EURO-PAR'95, Stockholm, Sweden August 29-31,
Swedish Institute of Computer Science (SICS) and Department of
Teleinformatics, KTH

Tutorial Programme

All tutorials will be held on Monday, 28th August. See also the advance programme.

Full-day tutorial is 1450 SEK (600 for students) and half-day tutorials are 800 SEK (400 for students). All tutorial fees include coffee breaks and printed material. Full-day tutorial includes lunch. Please register using our registration web page.

Tutorial 1 (full day):  Per Stenström
(9:00-17:30)            "Multiprocessors and Multicomputers - Programming 
                         and Design" 

Tutorial 2 (half day):  Chris Jesshope
(9:00-12:30)            "Scalable Parallel Computers"

Tutorial 3 (half day):  Richard Hofmann
(14:00-17:30)           "ZM4/SIMPLE: a Universal Hardware Monitor and Trace Evaluation
                         Package for Parallel and Distributed Systems"

Tutorial 4 (half day):  Erland Fristedt and Per Oster
(9:00-12:30)            "Parallel Applications"
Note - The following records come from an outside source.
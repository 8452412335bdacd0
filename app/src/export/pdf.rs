//! PDF: one page of exactly the sheet's size, vectors in black, the face embedded, labels to be found
//! as words.

use super::{Date, Facts, Piece, Sheet, pieces};
use chem::ink::{Face, Ink, Shape, TextRun};
use krilla::geom::{Path, PathBuilder, Point};
use krilla::metadata::{DateTime, Metadata};
use krilla::num::NormalizedF32;
use krilla::page::PageSettings;
use krilla::paint::{Fill, FillRule, LineCap, LineJoin, Stroke};
use krilla::surface::Surface;
use krilla::tagging::{ContentTag, Identifier, SpanTag, Tag, TagGroup, TagTree};
use krilla::text::{Font, GlyphId, KrillaGlyph};
use krilla::{Document, SerializeSettings, color};
use kurbo::{BezPath, PathEl, Vec2};
use std::fmt;

/// Why there is no document.
#[derive(Clone, Debug, PartialEq, Eq)]
pub enum PdfError {
    /// The page is larger than a PDF can have (14400 points, about 5 m).
    PageSize,
    /// A font could not be read or embedded.
    Font,
    /// The writer gave up, with its reason.
    Writer(String),
}

impl fmt::Display for PdfError {
    fn fmt(&self, f: &mut fmt::Formatter<'_>) -> fmt::Result {
        match self {
            PdfError::PageSize => write!(
                f,
                "the page is larger than a PDF can have (5080 mm): write SVG, or take a smaller style"
            ),
            PdfError::Font => write!(f, "the font could not be embedded: write SVG"),
            PdfError::Writer(why) => write!(f, "the PDF could not be written: {why}"),
        }
    }
}

impl std::error::Error for PdfError {}

/// The faces, ready for a document.
struct Fonts {
    upright: Font,
    italic: Font,
}

impl Fonts {
    fn load() -> Result<Fonts, PdfError> {
        let font = |face: Face| Font::new(face.bytes().into(), 0).ok_or(PdfError::Font);
        Ok(Fonts {
            upright: font(Face::Upright)?,
            italic: font(Face::Italic)?,
        })
    }

    fn of(&self, face: Face) -> Font {
        match face {
            Face::Upright => self.upright.clone(),
            Face::Italic => self.italic.clone(),
        }
    }
}

/// Writes a sheet as a document of one page.
///
/// # Errors
/// If the page is too large or the writer gives up.
pub fn write(sheet: &Sheet<'_>) -> Result<Vec<u8>, PdfError> {
    // the limit of the format, implementation limits of PDF 1.7, annex C
    if sheet.width > 14_400.0 || sheet.height > 14_400.0 {
        return Err(PdfError::PageSize);
    }
    let fonts = Fonts::load()?;
    let settings =
        PageSettings::from_wh(sheet.width as f32, sheet.height as f32).ok_or(PdfError::PageSize)?;
    let mut document = Document::new_with(SerializeSettings::default());
    let mut page = document.start_page_with(settings);
    let mut surface = page.surface();
    let alt = [sheet.facts.title.as_str(), sheet.facts.description.as_str()]
        .into_iter()
        .filter(|s| !s.is_empty())
        .collect::<Vec<_>>()
        .join(". ");
    let mut figure = TagGroup::new(Tag::Figure((!alt.is_empty()).then_some(alt)));
    for id in paint(&mut surface, sheet.ink, sheet.offset, &fonts) {
        figure.push(id);
    }
    surface.finish();
    page.finish();
    let mut tree = TagTree::new();
    tree.push(figure);
    document.set_tag_tree(tree);
    document.set_metadata(metadata(sheet.facts));
    document
        .finish()
        .map_err(|e| PdfError::Writer(format!("{e:?}")))
}

/// Metadata from plain facts; the document's number follows from them alone, so that the same figure
/// gives the same bytes.
fn metadata(facts: &Facts) -> Metadata {
    let meta = Metadata::new()
        .title(facts.title.clone())
        .description(facts.description.clone())
        .keywords(facts.keywords.clone())
        .creator(facts.creator.clone())
        .document_id(format!("{}|{}", facts.title, facts.description));
    match facts.date {
        Some(date) => meta.creation_date(date_time(date)),
        None => meta,
    }
}

fn date_time(date: Date) -> DateTime {
    DateTime::new(date.year)
        .month(date.month)
        .day(date.day)
        .hour(date.hour)
        .minute(date.minute)
        .second(date.second)
        .utc_offset_hour(0)
}

/// Paints ink on a surface, `offset` points from the page's upper left corner; returns what was tagged,
/// in reading order, for the caller's tag tree.
fn paint(surface: &mut Surface<'_>, ink: &Ink, offset: Vec2, fonts: &Fonts) -> Vec<Identifier> {
    let mut ids = Vec::new();
    let all = pieces(&ink.items);
    let mut marks = all.iter().filter_map(|p| match p {
        Piece::Mark(shape) => Some(*shape),
        Piece::Words(_) => None,
    });
    // bonds lie beneath all labels, so that one tag can hold them
    if let Some(first) = marks.next() {
        ids.push(surface.start_tagged(ContentTag::Other));
        for shape in std::iter::once(first).chain(marks) {
            paint_mark(surface, shape, offset);
        }
        surface.end_tagged();
    }
    for piece in &all {
        if let Piece::Words(runs) = piece {
            // no replacement text for the whole label: its runs lie so close that readers join them,
            // and some readers lose the place of a word that has one
            ids.push(surface.start_tagged(ContentTag::Span(SpanTag::empty())));
            for run in runs {
                paint_run(surface, run, offset, fonts);
            }
            surface.end_tagged();
        }
    }
    ids
}

fn paint_mark(surface: &mut Surface<'_>, shape: &Shape, offset: Vec2) {
    let (path, width) = match shape {
        Shape::Fill(path) => (path, None),
        Shape::Stroke(path, width) => (path, Some(*width as f32)),
        Shape::Text(run) => (&run.outline, None),
    };
    let Some(path) = copy(path, offset) else {
        return;
    };
    match width {
        None => {
            surface.set_stroke(None);
            surface.set_fill(Some(black()));
        }
        Some(width) => {
            surface.set_fill(None);
            surface.set_stroke(Some(Stroke {
                paint: color::luma::Color::black().into(),
                width,
                line_cap: LineCap::Round,
                line_join: LineJoin::Round,
                ..Stroke::default()
            }));
        }
    }
    surface.draw_path(&path);
}

fn paint_run(surface: &mut Surface<'_>, run: &TextRun, offset: Vec2, fonts: &Fonts) {
    let per_em = |points: f64| (points / run.size) as f32;
    let glyphs: Vec<KrillaGlyph> = run
        .glyphs
        .iter()
        .map(|g| {
            KrillaGlyph::new(
                GlyphId::new(g.id),
                per_em(g.advance),
                0.0,
                0.0,
                0.0,
                g.bytes.clone(),
                None,
            )
        })
        .collect();
    surface.set_stroke(None);
    surface.set_fill(Some(black()));
    let at = run.origin + offset;
    surface.draw_glyphs(
        Point::from_xy(at.x as f32, at.y as f32),
        &glyphs,
        fonts.of(run.face),
        &run.text,
        run.size as f32,
        false,
    );
}

fn black() -> Fill {
    Fill {
        paint: color::luma::Color::black().into(),
        opacity: NormalizedF32::ONE,
        rule: FillRule::NonZero,
    }
}

fn copy(path: &BezPath, offset: Vec2) -> Option<Path> {
    let mut out = PathBuilder::new();
    let xy = |p: kurbo::Point| ((p.x + offset.x) as f32, (p.y + offset.y) as f32);
    for element in path.elements() {
        match *element {
            PathEl::MoveTo(p) => out.move_to(xy(p).0, xy(p).1),
            PathEl::LineTo(p) => out.line_to(xy(p).0, xy(p).1),
            PathEl::QuadTo(a, p) => out.quad_to(xy(a).0, xy(a).1, xy(p).0, xy(p).1),
            PathEl::CurveTo(a, b, p) => {
                out.cubic_to(xy(a).0, xy(a).1, xy(b).0, xy(b).1, xy(p).0, xy(p).1);
            }
            PathEl::ClosePath => out.close(),
        }
    }
    out.finish()
}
Tutorial 5 (half day):  Kam-Fai Wong
(14:00-17:30)           "Parallel Database Systems Engineering"

Tutorial 1

"Multiprocessors and Multicomputers - Programming and Design"

Per Stenström

August 28th, full day (9 - 17:30)

We cover in this tutorial an emerging class of high-performance computer systems known as MIMD systems. These systems are built from commodity microprocessors that cooperate in solving various compute-intensive applications from numerical algorithms to industrial-oriented control algorithms in embedded systems. Two distinct classes of systems are considered: shared-memory multiprocessors and multicomputers where messages are used to coordinate the parallel computation.

The tutorial is divided into two parts that address programming as well as design of multiprocessors and multicomputers. Regarding programming, we start from traditional imperative programming languages such as C and study how we can extend them with constructs to define and coordinate parallel actions. We then study how problem partitioning affects the algorithmic speedup of a computation.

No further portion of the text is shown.